I try to hold a mirror [to show our current state]. That’s why I added the machines: to create contrast between the primal and the scientific aspect of humanity, as one element makes the other stronger. Humans are animals, but we differentiate ourselves by developing devices and machines. This is both our blessing and our curse, and I’m convinced that we will destroy ourselves with our own intellect. Whenever we win by technical development, we lose our harmony with nature.
How should the observer approach your paintings?
The viewer has to finish the story because it’s the same as we see color: we all see color in a slightly different way, and the paintings are perceived in another way. I try to make a suggestive construction—as most artists do—and it all depends on whether the viewer can respond or not. It is a form of communication, an implicit form.
Do you think that art is a medium for communication, or relief and therapy?
I don’t know if it’s therapeutic for me. I don’t want to sound arrogant, but I always felt like a natural-born artist, and that there was never another option in my life to be anything but an artist.
Your grandfather was a photographer.
Yes, his best friend was a painter—not a successful one and also very poor, but he did what he wanted to do. He was a free man, and I used to go there every weekend when I was just a little child. I started to think that was the life I wanted. It was very clear to me.
Your viewers have to deal with psychologically charged paintings paired with sometimes ambiguous titles, such as The Angel (2013), where a beautiful female figure wears a pink nightgown, but her head is tilted down, and her face is covered in black. Do the titles of your paintings carry any personal significance, or are they chosen for their deviant meanings?
Sometimes it is both. On one hand, painting The Angel was a very important step in my career. I was between two different periods of my life and it was a figure that took me from one place to another, but I had to create her myself, so that was therapeutic for me. On the other hand, I use my titles as part of the work as it’s a conceptual element, and it suggests observing the artwork in one way, or maybe offers a completely opposite view.
In your career, have faith or fate influenced your paintings? If so, how does religion or mysticism factor into them?
I grew up in a very Catholic family.

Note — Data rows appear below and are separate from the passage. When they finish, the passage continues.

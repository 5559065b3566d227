import { useQuery, useQueryClient } from '@tanstack/react-query';
import type { Patient } from '@slighthill/shared/contracts/patient';
import type { SpirometryTest } from '@slighthill/shared/contracts/spirometry-test';
import { useState } from 'react';
import { FormProvider } from 'react-hook-form';
import { useClinicZone } from '../../../lib/session';
import { AmendHead, amendIssues, useAmendVersion } from '../forms/amend';
import { RecordFrame } from '../forms/record-frame';
import { useRecordDrawer } from '../forms/use-record-drawer';
import { recentTestsQuery, testDetailQuery } from '../queries';
import { spirometryHistoryFacts } from '../tests/test-facts';
import { formOfTest } from './form-of-test';
import { serverPath } from './save-spirometry';
import { SpirometryBody } from './spirometry-body';
import { spirometryEarlier } from './spirometry-earlier';
import type { SpirometryForm } from './spirometry-form';
import { checkSpirometry } from './spirometry-request';
import { useSpirometryForm } from './use-spirometry-form';

interface SpirometryAmendDrawerProps {
  patient: Patient;
  test: SpirometryTest;
  onClose: () => void;
}

/** The same form, prefilled, with the reason; the earlier values stay in the history. */
export const SpirometryAmendDrawer = ({ patient, test, onClose }: SpirometryAmendDrawerProps) => {
  const timeZone = useClinicZone();
  const client = useQueryClient();
  const [start] = useState(() => formOfTest(test, timeZone));
  const contentOf = (found: SpirometryTest) => ({
    version: found.version,
    facts: spirometryHistoryFacts(found, timeZone),
  });
  const amendment = useAmendVersion(contentOf(test), async () => {
    const found = await client.fetchQuery(testDetailQuery(patient.id, 'spirometry-test', test.id));
    return found.kind === 'spirometry-test' ? contentOf(found.test) : null;
  });
  const earlier = spirometryEarlier(patient, useQuery(recentTestsQuery(patient.id)).data ?? [], test.id);
  // Its own height was asked about when it was entered; the patient's newest may be younger than this test.
  const state = useSpirometryForm(start, { ...earlier, heightCm: null, weightKg: null }, amendIssues);
  const drawer = useRecordDrawer<SpirometryForm, unknown>({
    patientId: patient.id,
    state,
    check: state.check,
    draftForm: null,
    restoredAt: null,
    request: (form) => {
      const checked = checkSpirometry(form, timeZone);
      const { id: _id, visitId: _visitId, best, maneuvers, ...rest } = checked.tests[0]!.body;
      const entry = best ? { best } : { maneuvers };
      return {
        path: `/api/spirometry-tests/${test.id}/amend`,
        body: { version: amendment.version, reason: form.amendReason.trim(), ...rest, ...entry },
        toFormPath: (path) => (path === 'reason' ? 'amendReason' : serverPath(path, checked)),
      };
    },
    onSaved: onClose,
    onStale: amendment.takeNewest,
  });

  return (
    <FormProvider {...state.form}>
      <RecordFrame
        title="Amend spirometry"
        patient={patient}
        drawer={drawer}
        openQuestions={state.questions.length}
        saveLabel="Save amendment"
        keepsDraft={false}
        onClose={onClose}
      >
        <AmendHead amendment={amendment} />
        <SpirometryBody state={state} patient={patient} earlierHeight={null} amending />
      </RecordFrame>
    </FormProvider>
  );
};
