import { formatNumber } from '@slighthill/shared/format';
import { isDefined, type FormQuestion } from '../forms/form-question';
import {
  changeQuestion,
  heightQuestion,
  plausibleQuestion,
  typed,
  weightQuestion,
  type Earlier,
} from '../forms/number-questions';
import { bestPreview } from './best-preview';
import type { BestRow, SetName, SpirometryForm, TestSet } from './spirometry-form';
import { setsOf } from './test-sets';

/** The patient's last results, for what is asked when a new one is far from them. */
export interface SpirometryEarlier {
  heightCm: Earlier | null;
  weightKg: Earlier | null;
  fev1: Earlier | null;
  fvc: Earlier | null;
}

const asked = [
  { id: 'fev1', name: 'FEV1' },
  { id: 'fvc', name: 'FVC' },
  { id: 'pef', name: 'PEF' },
  { id: 'fef2575', name: 'FEF25-75' },
] as const;

/** FEV1 equal to FVC is possible but seldom right: asked about, while FEV1 above FVC is refused. */
const equalQuestion = (row: BestRow, path: string, where: string): FormQuestion | null => {
  const [fev1, fvc] = [typed(row.fev1), typed(row.fvc)];
  if (fev1 === null || fev1 !== fvc) return null;
  return {
    key: `${path}:equal:${fev1}`,
    field: `${path}.fvc`,
    text: `${where}: FEV1 equals FVC (${formatNumber(fev1, 2)} L). Is that right?`,
    mayStand: true,
  };
};

const rowQuestions = (row: BestRow, path: string, where: string): (FormQuestion | null)[] => [
  equalQuestion(row, path, where),
  ...asked.map(({ id, name }) => plausibleQuestion(id, row[id], `${path}.${id}`, `${where}, ${name}`)),
];

const setQuestions = (
  name: SetName,
  set: TestSet,
  earlier: SpirometryEarlier,
  words: string,
): (FormQuestion | null)[] => {
  const best = bestPreview(set);
  const rows =
    set.entry === 'best'
      ? rowQuestions(set.best, `${name}.best`, `${words}best values`)
      : set.rows.flatMap((row, index) => rowQuestions(row, `${name}.rows.${index}`, `${words}maneuver ${index + 1}`));
  const at = (row: number | null): string => (row === null ? `${name}.best` : `${name}.rows.${row}`);
  return [
    ...rows,
    changeQuestion('fev1', best.fev1, earlier.fev1, `${at(best.fev1Row)}.fev1`, 'FEV1'),
    changeQuestion('fvc', best.fvc, earlier.fvc, `${at(best.fvcRow)}.fvc`, 'FVC'),
  ];
};

const setWords: Record<SetName, string> = { before: 'Before, ', after: 'After, ' };
const upperFirst = (text: string): string => text.charAt(0).toUpperCase() + text.slice(1);

/** Everything the form asks, in the order of its fields. */
export const spirometryQuestions = (form: SpirometryForm, earlier: SpirometryEarlier): FormQuestion[] => {
  const open = setsOf(form.state);
  return [
    heightQuestion(form.heightCm, earlier.heightCm),
    weightQuestion(form.weightKg, earlier.weightKg),
    ...open.flatMap((name) => setQuestions(name, form[name], earlier, open.length > 1 ? setWords[name] : '')),
  ]
    .filter(isDefined)
    .map((question) => ({ ...question, text: upperFirst(question.text) }));
};

/** The tab a field of the form stands on; null for the fields above the tabs. */
export const setOfField = (field: string): SetName | null =>
  field.startsWith('before.') ? 'before' : field.startsWith('after.') ? 'after' : null;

I had to go to church every week, and that was also my first confrontation with paintings, as I’d look up and think to myself how mysterious and, frankly, also a bit scary these paintings were. Also, I work in a former chapel in Ghent right now, and there is a big statue of Mary looking at me and I paint right where the altar used to be. It has the best light and the church’s architecture brings all the light to the center of the altar. I have the feeling that it’s the center of this energy and it works for me.
By the use of props and the absence of time and space in your paintings, can we compare your artwork to magic realism or the Metafisica movement of Italy?
I was carried away by [Italian artist and writer Giorgio] De Chirico at a young age. I was also interested in literature about magic realism written in that area and style, but I developed a certain interest for the metaphysical paintings and its surroundings.
People often compare you to van Eyck, Velázquez, Manet, Degas. What is your relationship with the Old Masters? Do you feel responsible for being a torchbearer for traditional painting, technique-wise, in a contemporary art scene where technique often fades into the background?
The technique helps me to express myself, the artist uses the means he has and what’s suitable for him. There are painters with very little technique that make very good paintings and vice versa, so that’s not what my paintings are about. I seek to be universally understood and readable by as many as possible.